Detailed Description of the Invention

[0001]

BACKGROUND OF THE INVENTION 1. Field of the Invention The present invention relates to a light beam scanning device, and more particularly to a light beam scanning device for scanning a laser beam using a hologram.

[0002]

2. Description of the Related Art Laser scanners used in OA equipment such as laser printers and laser fax machines, laser drawing devices, laser inspection devices, etc. have hitherto been known as rotary polygon mirrors and f.
A combination with a -θ lens is used. However, in this method, it is difficult to reduce the cost because the rotary polygon mirror requires high processing accuracy and the f-θ lens requires a combination of many lenses. On the other hand, the hologram scanning device using the hologram can be mass-produced by duplication, and thus the cost reduction can be expected.

FIG. 1 shows the applicant's prior application (Japanese Patent Application No. 3-629).
No. 61) shows an example of the hologram scanning device. In FIG. 1, 3 is a photosensitive drum, 4 is an image plane on the surface thereof, 5 is an incident wave of laser light, 6 and 7 are diffracted waves, and 10 is a high speed formed by arranging a plurality of holograms H (FIG. 4). A hologram rotating plate that rotates at 20; a hologram stationary plate 20; M1 a rotating direction of the hologram rotating plate 10;
Reference numeral 2 denotes a rotation direction of the photosensitive drum 20, M3 denotes a main scanning direction by laser light, and H denotes a hologram. In this hologram scanning device, laser light (incident wave 5) from a semiconductor laser (not shown) is incident on a hologram rotating plate 10 rotating at high speed in the M1 direction to scan this laser light, and this hologram rotating plate A hologram stationary plate 20 for linearly scanning the laser beam (diffracted wave 6) scanned by 10 as shown by M3 and keeping the scanning speed constant.
Via the image forming surface 4 of the photosensitive drum 3 which rotates in the direction M2.
It has a configuration that converges upward.

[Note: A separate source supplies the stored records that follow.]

def dynamic_ols_specification(
    data: pd.DataFrame,
    dependent: str,
    regressors: Sequence[str],
    *,
    leads_lags: int | None = None,
    criterion: str = "aic",
    max_leads_lags: int | None = None,
) -> DynamicOLSSpecification:
    """Choose the leads and lags of a dynamic OLS regression and build its design.

    Parameters
    ----------
    data : pandas.DataFrame
        Float columns without missing values, in time order.
    dependent : str
        The variable on the left of the cointegrating relation.
    regressors : sequence of str
        The integrated regressors; each enters in levels and with ``p`` leads and lags of its first
        difference (the current difference included).
    leads_lags : int, optional
        Fix ``p`` instead of choosing it.
    criterion : {"aic", "bic"}, default "aic"
        Information criterion ``ln(RSS/n) + c k/n`` (``c = 2`` or ``ln n``) minimised over
        ``p = 0, ..., max_leads_lags``; every candidate is fitted on the common sample of the
        largest one, and the smallest ``p`` wins a tie.
    max_leads_lags : int, optional
        Largest candidate; default ``int(T^(1/3))``, lowered until the largest candidate has at
        least 10 observations more than parameters on the common sample.

    Returns
    -------
    DynamicOLSSpecification

    Raises
    ------
    SampleTooShortError
        When even ``p = 0`` (or the fixed ``p``) leaves fewer than 10 observations more than
        parameters.
    StatsInputError
        When a column is missing or not finite.

    References
    ----------
    Stock, J. H. and Watson, M. W. (1993). A Simple Estimator of Cointegrating Vectors in Higher
    Order Integrated Systems. Econometrica, 61(4), 783-820.

    Saikkonen, P. (1991). Asymptotically Efficient Estimation of Cointegration Regressions.
    Econometric Theory, 7(1), 1-21.
    """
    regressors = tuple(regressors)
    if not regressors:
        raise ValueError("dynamic OLS needs at least one regressor")
    if criterion not in _CRITERIA:
        raise ValueError(f"criterion must be one of {tuple(_CRITERIA)}, not {criterion!r}")
    variables = (dependent, *regressors)
    missing = [name for name in variables if name not in data.columns]
    if missing:
        raise StatsInputError(problem=f"dynamic OLS: no column named {', '.join(missing)} in the data")
    frame = data.loc[:, list(variables)].astype(float)
    if not np.all(np.isfinite(frame.to_numpy())):
        raise StatsInputError(problem=f"dynamic OLS of {dependent}: the data contain missing or infinite values")
    nobs = len(frame)
    n_regressors = len(regressors)
    relation = f"{dependent} on {', '.join(regressors)}"

    def needed(p: int) -> int:
        return _parameters(n_regressors, p) + DYNAMIC_OLS_MIN_EXTRA_OBSERVATIONS + 1 + 2 * p

    values: dict[int, float] = {}
    if leads_lags is not None:
        if leads_lags < 0:
            raise ValueError(f"leads_lags must be non-negative, not {leads_lags}")
        if nobs < needed(leads_lags):
            raise SampleTooShortError(
                problem=(
                    f"dynamic OLS of {relation} with {leads_lags} leads and lags needs at least "
                    f"{needed(leads_lags)} observations ({_parameters(n_regressors, leads_lags)} parameters "
                    f"plus {DYNAMIC_OLS_MIN_EXTRA_OBSERVATIONS}, and {1 + 2 * leads_lags} lost to "
                    f"differencing, leads and lags); the sample has {nobs}"
                )
            )
        chosen, largest = leads_lags, leads_lags
        rule = f"fixed at {leads_lags} leads and lags"
        used_criterion = "fixed"
    else:
        default = max_leads_lags is None
        largest = dynamic_ols_max_leads_lags(nobs) if max_leads_lags is None else max_leads_lags
        if largest < 0:
            raise ValueError(f"max_leads_lags must be non-negative, not {largest}")
        requested = largest
        while largest >= 0 and nobs < needed(largest):
            largest -= 1
        if largest < 0:
            raise SampleTooShortError(
                problem=(
                    f"dynamic OLS of {relation} needs at least {needed(0)} observations even without "
                    f"leads and lags ({_parameters(n_regressors, 0)} parameters plus "
                    f"{DYNAMIC_OLS_MIN_EXTRA_OBSERVATIONS}, and 1 lost to differencing); the sample has {nobs}"
                )
            )
        full, long_run_terms, _ = _design(frame, dependent, regressors, largest)
        common = full.dropna()
        endog = common[dependent].to_numpy()
        # The candidates are nested once the columns are ordered by |shift|: the long-run terms, the
        # current differences, then lag and lead 1, 2, ...; one factorisation gives every
        # candidate's residual sum of squares (each candidate refitted would cost a QR apiece).
        nested = [*long_run_terms, *(lead_lag_name(variable, 0) for variable in regressors)]
        for shift in range(1, largest + 1):
            for variable in regressors:
                nested.extend((lead_lag_name(variable, -shift), lead_lag_name(variable, shift)))
        sums_of_squares = nested_least_squares(common.loc[:, nested].to_numpy(), endog).sums_of_squares()
        for p in range(largest + 1):
            columns = len(long_run_terms) + n_regressors * (2 * p + 1)
            values[p] = _information_criterion(float(sums_of_squares[columns - 1]), len(common), columns, criterion)
        chosen = min(values, key=lambda p: (values[p], p))
        source = f"int(T^(1/3)) at T={nobs}" if default else "set by the caller"
        rule = (
            f"{_CRITERIA[criterion]} over 0 to {largest} leads and lags ({source}"
            + (f", lowered from {requested} so that the largest candidate is estimable" if largest < requested else "")
            + f"), every candidate on the common sample of {len(common)} observations; the chosen "
            "number refitted on its own sample"
        )
        used_criterion = criterion
    design, long_run_terms, lead_lag_terms = _design(frame, dependent, regressors, chosen)
    design = design.dropna()
    return DynamicOLSSpecification(
        dependent=dependent,
        regressors=regressors,
        leads_lags=chosen,
        max_leads_lags=largest,
        criterion=used_criterion,
        criterion_values=dict(values),
        rule=rule,
        frame=design,
        terms=(*long_run_terms, *lead_lag_terms),
        long_run_terms=tuple(long_run_terms),
        lead_lag_terms=tuple(lead_lag_terms),
    )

FIGS. 2A and 2B show a configuration of the hologram rotating plate 10 for compensating for the position variation of the scanning line due to the parallelism of the substrate. In FIG. 2, 3 is a photosensitive drum, 5 is an incident wave, 6 and 7 are diffracted waves, 10 is a hologram rotating plate, 20 is a hologram stationary plate, M3 is a main scanning direction, M4 is a sub scanning direction, and H is a hologram. .. As the light beam 5 incident on the hologram rotating plate 10, a light beam that converges in the sub-scanning direction (M4) orthogonal to the main scanning direction (M3) is used. At this time, the ratio λ / d between the wavelength of the laser light and the pitch interval of the hologram diffraction grating is 1.4.
~ 1.5. Note that Japanese Patent Application No. 3-62961 should be referred to for the details of the configuration for compensating the positional fluctuation of the scanning line.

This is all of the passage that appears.